2. The method of claim 1 , further comprising:
deciding the most similar reference branch value corresponding to the best path; and
updating coefficients of an equalizer using a difference between the most similar reference branch value and a value obtained by delaying an output of the equalizer.
3. A computer-readable recording medium having recorded thereon a program to perform the method of any one of claims 1 and 2 .
4. A method of detecting data, the method comprising:
partially selecting partial paths from paths of a Viterbi trellis having a number corresponding to an order of a polynomial used in equalization, in an order where path metric values increase from a path having a minimum path metric value;
tentatively deciding a best path having a minimum path metric value among the selected partial paths, to a window size which is smaller than a Viterbi decoding window size; and
updating equalizer coefficients using an error value on which an operation is performed based on the tentatively-decided best path.
5. The method of claim 4 , wherein the updating of the equalizer coefficients comprises:
deciding the most similar reference branch value corresponding to the tentatively-decided best path;
performing an operation on an error value which is a difference between an equalizer output value obtained by delaying the best path by a tentatively-deciding window size and the reference branch value; and
updating coefficients of an equalizer using the error value.
6. The method of claim 4 or 5 , wherein the updating of the coefficients of the equalizer comprises updating coefficients of an equalizer using a least mean square (LMS) algorithm.
7. A computer-readable recording medium having recorded thereon a program to perform the method of any one of claims 4 through 6.

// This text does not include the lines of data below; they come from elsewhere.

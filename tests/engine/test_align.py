"""Aligning new data with a run's frozen tables; the pair scores of the output corpus."""
from __future__ import annotations

import json
import os

import numpy as np
import pyarrow as pa
import pyarrow.parquet as pq
import pytest

from spark_align.config import CorpusConfig
from spark_align.engine.align import align_corpus, unknown_ids, with_unknown_words
from spark_align.engine.tables import MIN_PROB, DirectionTable
from spark_align.errors import CheckpointError, InputError, RunDirError
from spark_align.kernels import ragged
from tests.engine.test_export import N_CLEAN, demo_pairs, read_output, trained_run

pytestmark = pytest.mark.spark

N_SWAPPED = 40
OUTPUT_COLUMNS = ["alignment", "alignment_forward", "alignment_reverse", "score_forward", "score_reverse",
                  "skip_reason"]


@pytest.fixture(scope="module")
def trained(spark, tmp_path_factory):
    return trained_run(spark, tmp_path_factory.getbasetemp() / "shared-export-run")


def quiet(_):
    pass


def test_align_on_the_training_corpus_reproduces_the_run_exactly(spark, trained, tmp_path):
    out = tmp_path / "aligned"
    manifest = align_corpus(spark, trained["run"], CorpusConfig(source_text=trained["source_text"],
                                                                target_text=trained["target_text"]),
                            str(out), log=quiet)
    assert manifest["checkpoint"] == "hmm:1" and manifest["kind"] == "align"
    assert manifest["unknown_tokens"] == {"source": 0, "target": 0}
    assert sorted(os.listdir(out)) == ["align.json", "output", "output.json"]  # work folders removed
    ours, theirs = read_output(str(out)), read_output(trained["run"])
    assert ours.column_names == theirs.column_names
    assert ours.num_rows == len(trained["source"])
    for column in ["_row", "line", "source", "target", *OUTPUT_COLUMNS]:
        assert ours.column(column).equals(theirs.column(column)), column
    # the output is not replaced without --overwrite, and a run directory is never a target
    with pytest.raises(RunDirError, match="already holds aligned output"):
        align_corpus(spark, trained["run"], CorpusConfig(source_text=trained["source_text"],
                                                         target_text=trained["target_text"]), str(out), log=quiet)
    with pytest.raises(RunDirError, match="is a run directory"):
        align_corpus(spark, trained["run"], CorpusConfig(source_text=trained["source_text"],
                                                         target_text=trained["target_text"]), trained["run"],
                     log=quiet)


def _vocab(run_dir, side):
    return set(pq.read_table(os.path.join(run_dir, "vocab", side)).column("word").to_pylist())


def test_new_corpus_with_unknown_words_and_mismatched_pairs(spark, trained, tmp_path):
    """Unknown words fall back to NULL; a real pair scores higher than its source with another's target."""
    src, tgt = demo_pairs()
    new_src = src[:N_SWAPPED] + src[:N_SWAPPED] + ["ka qqzunk ruvo", "qqzunk qqwunk", "ka"]
    new_tgt = tgt[:N_SWAPPED] + [tgt[(i + 1) % N_CLEAN] for i in range(N_SWAPPED)] + ["ak qqnew ey", "qqnew", "qqnew"]
    corpus = tmp_path / "new.parquet"
    pq.write_table(pa.table({"doc": [f"n{i}" for i in range(len(new_src))], "de": new_src, "en": new_tgt}), corpus)
    out = tmp_path / "aligned"
    manifest = align_corpus(spark, trained["run"], CorpusConfig(path=str(corpus), source_column="de",
                                                                target_column="en", id_column="doc"),
                            str(out), checkpoint="ibm1:2", log=quiet)
    assert manifest["checkpoint"] == "ibm1:2"
    result = pq.read_table(out / "output").sort_by("_row").to_pydict()
    assert result["doc"] == [f"n{i}" for i in range(len(new_src))] and result["de"] == new_src

    # scores: the model's log-probability per word, higher for the real pair in both directions
    for column in ("score_forward", "score_reverse"):
        clean, swapped = np.array(result[column][:N_SWAPPED]), np.array(result[column][N_SWAPPED:2 * N_SWAPPED])
        assert (clean <= 0).all() and (swapped <= 0).all()
        assert (clean > swapped).all(), (column, np.flatnonzero(clean <= swapped))
        assert (swapped >= np.log(MIN_PROB) - 1e-9).all()  # the floor bounds a Model 1 score from below

    # unknown words: counted, never an error, and left unaligned in the direction that generates them
    src_vocab, tgt_vocab = _vocab(trained["run"], "source"), _vocab(trained["run"], "target")
    expected = {"source": sum(w not in src_vocab for s in new_src for w in s.split()),
                "target": sum(w not in tgt_vocab for t in new_tgt for w in t.split())}
    assert expected == {"source": 3, "target": 3} and manifest["unknown_tokens"] == expected
    for k in range(2 * N_SWAPPED, len(new_src)):
        s_words, t_words = new_src[k].split(), new_tgt[k].split()
        assert all(t_words[x["target"]] in tgt_vocab for x in result["alignment_forward"][k]), k
        assert all(s_words[x["source"]] in src_vocab for x in result["alignment_reverse"][k]), k
        assert result["skip_reason"][k] is None
    assert result["alignment"][2 * N_SWAPPED + 1] == []  # nothing known on either side: no links

    # The table shipped per unit to the decoding tasks (neither the driver nor any Python worker reads
    # it whole): the same output, scores included, so the unknown words' entries were there too.
    joined = tmp_path / "aligned-join"
    align_corpus(spark, trained["run"], CorpusConfig(path=str(corpus), source_column="de", target_column="en",
                                                     id_column="doc"),
                 str(joined), checkpoint="ibm1:2", shipping="join", log=quiet)
    assert pq.read_table(joined / "output").sort_by("_row").equals(pq.read_table(out / "output").sort_by("_row"))
    assert sorted(os.listdir(joined)) == ["align.json", "output", "output.json"]


def test_unknown_word_fallback_entries():
    keys = ragged.make_key(np.array([0, 1, 2]), np.array([1, 1, 2]))
    tabs = {"forward": DirectionTable(keys, np.array([0.2, 0.5, 0.9])),
            "reverse": DirectionTable(keys, np.array([0.3, 0.6, 0.7]))}
    got = with_unknown_words(tabs, src_vocab_size=2, tgt_vocab_size=4)
    src_unk, tgt_unk = unknown_ids(2, 4)
    assert (src_unk, tgt_unk) == (3, 5)
    ask = ragged.make_key(np.array([0, 1, 3, 1, 0]), np.array([5, 5, 0, 1, 1]))
    np.testing.assert_array_equal(got["forward"].local(ask), [1 / 5, MIN_PROB, MIN_PROB, 0.5, 0.2])
    np.testing.assert_array_equal(got["reverse"].local(ask), [MIN_PROB, MIN_PROB, 1 / 3, 0.6, 0.3])


def test_bad_align_requests_fail_before_writing(spark, trained, tmp_path):
    out = tmp_path / "aligned"
    with pytest.raises(InputError, match="no such file"):
        align_corpus(spark, trained["run"], CorpusConfig(source_text=str(tmp_path / "a"),
                                                         target_text=str(tmp_path / "b")), str(out), log=quiet)
    with pytest.raises(CheckpointError, match="no committed checkpoint 'hmm:9'.*ibm1:1, ibm1:2, hmm:1"):
        align_corpus(spark, trained["run"], CorpusConfig(source_text=trained["source_text"],
                                                         target_text=trained["target_text"]), str(out),
                     checkpoint="hmm:9", log=quiet)
    foreign = tmp_path / "foreign"
    foreign.mkdir()
    (foreign / "notes.txt").write_text("mine")
    with pytest.raises(RunDirError, match="not empty"):
        align_corpus(spark, trained["run"], CorpusConfig(source_text=trained["source_text"],
                                                         target_text=trained["target_text"]), str(foreign),
                     log=quiet)
    assert not out.exists() and os.listdir(foreign) == ["notes.txt"]
    assert json.load(open(os.path.join(trained["run"], "output.json")))["checkpoint"] == "hmm:1"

8. An apparatus to detect data, the apparatus comprising:
an equalizer to correct frequency characteristics and timing delay characteristics in consideration of channel characteristics; and
a Viterbi detector to partially select partial paths from paths of a Viterbi trellis having a number corresponding to an order of the equalizer, in an order where path metric values increase from a path having a minimum path metric value and to detect data using only the partial paths.
9. An apparatus to detect data, the apparatus comprising:
an equalizer to correct frequency characteristics and timing delay characteristics of an electrical signal read from a recording medium using a transducer in consideration of channel characteristics;
a Viterbi detector to select partial paths from paths of a Viterbi trellis having a number corresponding to an order of the equalizer, in an order where path metric values increase from a path having a minimum path metric value, to tentatively decide a best path having a minimum path metric value among the selected partial paths, to a window size which is smaller than a Viterbi decoding window size, and to decide the most similar reference branch value corresponding to the tentatively-decided best path; and
a coefficient adjuster to update coefficients of the equalizer using the most similar reference branch value.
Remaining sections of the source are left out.